Good news: it’s safe to call method implementations before the main loop. Safety is important in code that mentions missiles; that’s obviously why it was coded in Python.

The bad news/constraints:

Many classes’ implementations of method take a very long time.
Instances are not hashable or comparable, and inside-out comparison tricks won’t make it past code review. No keying things by instance.
I also can’t key any caches by instance type, because constructor logic may re-bind method to point to different callables for the same type. I said it was silly, but I have also seen this in the wild. Don’t do this.
many_things may contain a ton of duplicates. Zillions, even.
I don’t know how many different classes and implementations of method are in many_things, and because of that missing hashability/eq-ability, I can’t pre-generate that list. I know, I know. Just go with it. It’ll be cool, I promise.
I can’t use inspect.Signature or anything like that to check the arity of method.
Leaking references to instances is not acceptable.
weakref is not available.
Multithreading is in the mix, so our caching system must be thread-safe (that is: simultaneous edits to the cache from different threads must not cause invalid results or errors).

What I want to do is this:

@lru_cache
def takes_only_one_arg(func):
    try:
        func("test arg")
        return True
    except TypeError:
        return False

for thing in many_things:
    assert takes_only_one_arg(thing.method) 
# If we make it here, we know all the methods accept one argument
...  # Launch the missiles etc.

But that won’t work! Or rather, it will execute successfully, but with two big problems:

The cache won’t … uh … cache very well. Multiple thing.method bindings may refer to the same underlying function on different objects (or subclasses that share an implementation of method, and so on), but each binding to a different instance/type will hash to something different, causing a cache miss.
The cache will leak instances from many_things forever, even after many_things is garbage collected.
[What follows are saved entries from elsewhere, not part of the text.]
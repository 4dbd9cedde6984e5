import type { ReactNode } from "react";

export type Tone = "green" | "straw" | "red" | "tint" | "blue" | "plain";

const tones: Readonly<Record<Tone, string>> = {
  green: "bg-green-bg text-green",
  straw: "bg-straw-bg text-straw",
  red: "bg-red-bg text-red",
  tint: "bg-tint-bg text-tint",
  blue: "bg-blue-bg text-blue",
  plain: "bg-sunken text-ink-2",
};

/** A word on a coloured ground: the word says it, the colour helps. */
export function Chip({ tone = "plain", children }: { tone?: Tone; children: ReactNode }) {
  // The border is unseen until colours are forced or the ground is left out in print.
  return <span className={`inline-block rounded-full border border-transparent px-2.5 text-xs font-semibold whitespace-nowrap print:border-current ${tones[tone]}`}>{children}</span>;
}

const dots: Readonly<Record<Tone, string>> = {
  green: "bg-green ring-green-bg",
  straw: "bg-straw-mark ring-straw-bg",
  red: "bg-red ring-red-bg",
  tint: "bg-tint ring-tint-bg",
  blue: "bg-blue ring-blue-bg",
  plain: "bg-ink-3 ring-sunken",
};

/** A state: a dot, and the word that it stands for. */
export function StateWord({ tone = "plain", children }: { tone?: Tone; children: ReactNode }) {
  return (
    <span className="inline-flex items-center gap-2 font-medium whitespace-nowrap">
      <span aria-hidden="true" className={`size-2 rounded-full ring-2 forced-color-adjust-none [print-color-adjust:exact] ${dots[tone]}`} />
      {children}
    </span>
  );
}
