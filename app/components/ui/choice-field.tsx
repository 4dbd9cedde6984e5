import { describedBy, FieldNotes, type FieldFrameProps } from "./field-frame.tsx";

type CheckboxProps = Omit<React.ComponentProps<"input">, "id" | "className"> & Pick<FieldFrameProps, "id" | "hint" | "errors" | "className"> & { name: string; label: React.ReactNode };

export function CheckboxField({ id, label, hint, errors, className = "", ...input }: CheckboxProps) {
  return (
    <div className={className}>
      <label htmlFor={id} className="flex min-h-6 items-start gap-2.5">
        <input id={id} type="checkbox" {...input} {...describedBy({ id, hint, errors })} className="mt-0.5 size-4 shrink-0 accent-tint" />
        <span>{label}</span>
      </label>
      <div className="pl-6.5">
        <FieldNotes id={id} hint={hint} errors={errors} />
      </div>
    </div>
  );
}

type RadioGroupProps = Pick<FieldFrameProps, "id" | "label" | "hint" | "errors" | "className"> & {
  name: string;
  options: ReadonlyArray<{ value: string; label: React.ReactNode }>;
  defaultValue?: string;
  /** In one row where there is room. */
  isInline?: boolean;
};

export function RadioGroupField({ id, label, name, options, defaultValue, hint, errors, className = "", isInline = false }: RadioGroupProps) {
  return (
    <fieldset className={className} {...describedBy({ id, hint, errors })}>
      <legend className="mb-1 text-[12.5px] font-semibold text-ink-2">{label}</legend>
      <div className={isInline ? "flex flex-wrap gap-x-5 gap-y-1" : "grid gap-1"}>
        {options.map((option) => (
          <label key={option.value} className="flex min-h-6 items-start gap-2">
            <input type="radio" name={name} value={option.value} defaultChecked={option.value === defaultValue} className="mt-0.5 size-4 shrink-0 accent-tint" />
            <span>{option.label}</span>
          </label>
        ))}
      </div>
      <FieldNotes id={id} hint={hint} errors={errors} />
    </fieldset>
  );
}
In other words, this code never prints Deleting instance:

import os
from functools import lru_cache

class Foo:
    def meth(self): ...

    def __del__(self):
        print("Deleting instance")

@lru_cache
def cache(func): ...

def main():
    inst = Foo()
    cache(inst.meth)
    del inst
    print("Leaving main")

main()
os._exit(1)  # Skip final garbage collection

Okay, so what do?

Contrived solution: smuggling bound methods into a cache keyed by unbound methods #

It’s simple, we ~~kill the bat~~ key the cache by the unbound __func__, and smuggle the bound version “around” the cache using a thread-local:

from functools import lru_cache, partial, wraps
from threading import local

_smuggler=local()

@lru_cache
def _get_cached(_ignored, *args, **kwargs):
    return _smuggler.bound(*args, **kwargs)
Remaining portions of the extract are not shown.